Failed to execute Sign action
The error "Failed to retrieve CRL information" happens when both OCSP (Online Certificate Status Protocol) and CRL (Certificate Revocation List) validations over the certificate used for signing fail, and hence, it is not possible to check the validity of the signature.
Common causes for this behavior are:
-
The certificate does not have neither CRL nor OCSP urls.
-
The certificate has CRL or OCSP urls, but these are either invalid or did not provide any response.
-
The certificate has CRL or OCSP urls, but the connection could not be established (check firewall and proxy rules)
Common ways to resolve:
-
Use a signing certificate containing valid CRL and OCSP information.

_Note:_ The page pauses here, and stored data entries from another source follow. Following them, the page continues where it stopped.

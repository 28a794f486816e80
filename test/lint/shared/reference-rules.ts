/**
 * The space, summary and completeness rules as they were written on the object views (ctx.sids,
 * ctx.locators), kept as the readable reference for the packed rules in src/lint/rules: the tests
 * run both on random tables and plans and require the same findings. Not used by the program.
 */
import { capacityReporter, reportCsidPools, reportLevelsAndPools } from "../../../src/lint/rules/capacity.js";
import { RESERVED } from "../../../src/lint/rules/reserved-space.js";
import { Prefix, collapse, comparePrefixes, coveringPrefix } from "../../../src/net/prefix.js";
import { type SpaceCategory, type SpaceRange, classify, rangesOverlapping } from "../../../src/net/special.js";
import { formatAddr } from "../../../src/net/text.js";
import { type Addr, getField } from "../../../src/net/uint128.js";
import type { SourceLocation } from "../../../src/plan/diagnostic.js";
import type { Block, Group, Plan, PoolKind } from "../../../src/plan/model.js";
import { rangeSize } from "../../../src/plan/normalize.js";
import { classifyCodepoint } from "../../../src/sid/behaviors.js";
import type { OwnedLocator, OwnedSid, Rule, RuleContext } from "../../../src/lint/types.js";
import { RULES } from "../../../src/lint/rules/index.js";
import { groupPlanPath } from "../../../src/lint/shared/summary.js";

// ---- locator-outside-block
/**
 * Containment questions against a set of prefixes in log time. Only the outermost prefixes are
 * kept (a prefix nested in another adds no address), sorted by first address; prefixes nest or are
 * disjoint, so the one candidate for a question is the last kept prefix starting at or before it.
 * An empty set contains nothing.
 */
export class PrefixIndex<T> {
  private readonly outer: { readonly prefix: Prefix; readonly value: T }[] = [];

  constructor(items: readonly { readonly prefix: Prefix; readonly value: T }[]) {
    const sorted = [...items].sort((a, b) => comparePrefixes(a.prefix, b.prefix));
    for (const it of sorted) {
      const top = this.outer[this.outer.length - 1];
      if (top && top.prefix.last >= it.prefix.first) continue; // nested in the previous outermost prefix
      this.outer.push(it);
    }
  }

  /** The outermost prefix of the set that holds all of `p`, if any. */
  containing(p: Prefix): { readonly prefix: Prefix; readonly value: T } | undefined {
    const c = this.candidate(p.first);
    return c && c.prefix.isSupernetOf(p) ? c : undefined;
  }

  /** The outermost prefix of the set that holds the address `a`, if any. */
  containingAddr(a: Addr): { readonly prefix: Prefix; readonly value: T } | undefined {
    const c = this.candidate(a);
    return c && c.prefix.contains(a) ? c : undefined;
  }

  private candidate(a: Addr): { readonly prefix: Prefix; readonly value: T } | undefined {
    let lo = 0;
    let hi = this.outer.length - 1;
    let best = -1;
    while (lo <= hi) {
      const mid = (lo + hi) >> 1;
      if (this.outer[mid]!.prefix.first <= a) {
        best = mid;
        lo = mid + 1;
      } else hi = mid - 1;
    }
    return best >= 0 ? this.outer[best] : undefined;
  }
}

/** Key of a locator of a node (host bits ignored). */
const locKey = (node: string, p: Prefix) => `${node}|${p.masked().format()}`;

/**
 * Where a locator is: for a table, the first row (lowest row number) of a SID declared under it;
 * for a plan, or a locator with no SID row, the node. Built once in one pass over the SIDs.
 */
export function locatorLocator(ctx: RuleContext): (l: OwnedLocator) => SourceLocation {
  const first = new Map<string, OwnedSid>();
  for (const s of ctx.sids) {
    const loc = s.entry.locator;
    if (!loc || s.entry.row === undefined) continue;
    const k = locKey(s.node, loc);
    const prev = first.get(k);
    if (!prev || (prev.entry.row ?? 0) > s.entry.row) first.set(k, s);
  }
  return (l) => {
    const s = first.get(locKey(l.node, l.entry.prefix));
    return s ? ctx.locateSid(s) : ctx.locateNode(l.node);
  };
}

/**
 * The locators grouped by prefix and algorithm, with every node that holds each (anycast members
 * share one). Keeps the address order of ctx.locators; holders sorted by name.
 */
export function locatorsByPrefix(ctx: RuleContext): { prefix: Prefix; algorithm: number; holders: OwnedLocator[] }[] {
  const map = new Map<string, { prefix: Prefix; algorithm: number; holders: OwnedLocator[] }>();
  for (const l of ctx.locators) {
    const k = `${l.entry.algorithm}|${l.entry.prefix.masked().format()}`;
    let g = map.get(k);
    if (!g) {
      g = { prefix: l.entry.prefix.masked(), algorithm: l.entry.algorithm, holders: [] };
      map.set(k, g);
    }
    if (!g.holders.some((h) => h.node === l.node)) g.holders.push(l);
  }
  const out = [...map.values()];
  for (const g of out) g.holders.sort((a, b) => (a.node < b.node ? -1 : a.node > b.node ? 1 : 0));
  return out;
}

export const locatorOutsideBlock: Rule = {
  meta: RULES["locator-outside-block"].meta,
  check(ctx) {
    const plan = ctx.input.plan!;
    const blocks = new PrefixIndex(plan.blocks.map((b) => ({ prefix: b.prefix, value: b })));
    const where = locatorLocator(ctx);
    const names = plan.blocks.map((b) => `${b.name} ${b.prefix.format()}`).join(", ");
    // One finding per locator prefix: anycast members share one locator and one cause.
    for (const g of locatorsByPrefix(ctx)) {
      // RFC 8986 §3.1: the locator is B:N, so it must sit inside a block B.
      if (blocks.containing(g.prefix)) continue;
      const loc = g.prefix.format();
      const nodes = g.holders.map((h) => h.node);
      ctx.report({
        message: `locator ${loc} (algorithm ${g.algorithm}) of ${nodes.join(", ")} lies outside every declared block (${names || "the plan declares none"})`,
        location: where(g.holders[0]!),
        objects: [...nodes, loc],
        hint: "take the locator from one of the plan's blocks, or declare the block it comes from",
        data: { locator: loc, algorithm: g.algorithm, nodes: nodes.join(",") },
      });
    }
  },
};

// ---- reserved-space
/** Something the space rules judge: a block, a locator outside every block, or one stray SID (/128). */
export interface SpaceSubject {
  readonly kind: "block" | "locator" | "sid";
  readonly prefix: Prefix;
  /** For people: "block metro", "locator 5f00::/64 of r1", "SID 5f00::1 of r1". */
  readonly label: string;
  readonly objects: readonly string[];
  readonly location: SourceLocation;
  /** The stray SID, for kind "sid". */
  readonly sid?: OwnedSid;
}

/**
 * The subjects of the space rules, outermost first, so one cause gives one finding: the declared
 * blocks of the plan (or, when `inferBlocks` is set and there is no plan, the blocks a bare table
 * implies: each SID's prefix of its advertised block length, else its locator); then every locator
 * outside those blocks; then every SID outside all of them. Deterministic order.
 */
export function spaceSubjects(ctx: RuleContext, inferBlocks: boolean): { prefixes: SpaceSubject[]; strays: SpaceSubject[] } {
  const plan = ctx.input.plan;
  const prefixes: SpaceSubject[] = [];
  if (plan) {
    for (const b of plan.blocks) {
      prefixes.push({ kind: "block", prefix: b.prefix, label: `block ${b.name} (${b.prefix.format()})`, objects: [b.name, b.prefix.format()], location: ctx.locatePlan(["blocks", b.index, "prefix"]) });
    }
  } else if (inferBlocks) {
    const seen = new Map<string, { prefix: Prefix; sid: OwnedSid }>();
    for (const s of ctx.sids) {
      const st = s.entry.structure;
      const p = st && st.block >= 1 && st.block <= 128 ? new Prefix(s.entry.sid, st.block).masked() : s.entry.locator?.masked();
      if (!p) continue;
      const k = p.format();
      const prev = seen.get(k);
      if (!prev || (prev.sid.entry.row ?? 0) > (s.entry.row ?? 0)) seen.set(k, { prefix: p, sid: s });
    }
    for (const [k, v] of [...seen.entries()].sort(([a], [b]) => (a < b ? -1 : a > b ? 1 : 0))) {
      prefixes.push({ kind: "block", prefix: v.prefix, label: `block ${k} (from the SID structure of the table)`, objects: [k], location: ctx.locateSid(v.sid) });
    }
  }
  const blocks = new PrefixIndex(prefixes.map((p) => ({ prefix: p.prefix, value: p })));
  const where = locatorLocator(ctx);
  const locs: SpaceSubject[] = [];
  for (const g of locatorsByPrefix(ctx)) {
    if (blocks.containing(g.prefix)) continue;
    const nodes = g.holders.map((h) => h.node);
    locs.push({ kind: "locator", prefix: g.prefix, label: `locator ${g.prefix.format()} of ${nodes.join(", ")}`, objects: [...nodes, g.prefix.format()], location: where(g.holders[0]!) });
  }
  prefixes.push(...locs);
  const covered = new PrefixIndex(prefixes.map((p) => ({ prefix: p.prefix, value: p })));
  const strays: SpaceSubject[] = [];
  for (const s of ctx.sids) {
    if (covered.containingAddr(s.entry.sid)) continue;
    const a = formatAddr(s.entry.sid);
    strays.push({ kind: "sid", prefix: new Prefix(s.entry.sid, 128), label: `SID ${a} of ${s.node}`, objects: [s.node, a], location: ctx.locateSid(s), sid: s });
  }
  return { prefixes, strays };
}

If this issue is occurring on signature methods the use the internal eSign certificate (ex: HANDWRITTEN, OTP, CLICK2SIGN), check if the configured internal certificate has OCSP or CRL information (see Installing a Signing Certificate). -
Skip the validation by using the signing.revocation.skip property.v+ You are able to select which signing methods that skip the certificate revocation step while signing a document. Use the "ALL" value to skip validations all signing methods.
signing.revocation.skip example"properties":{ "signing.revocation.skip": "ALL" }
The signing.revocation.skip method skips all revocation based on OCSP/CRL providers. This should not be used in a production environment.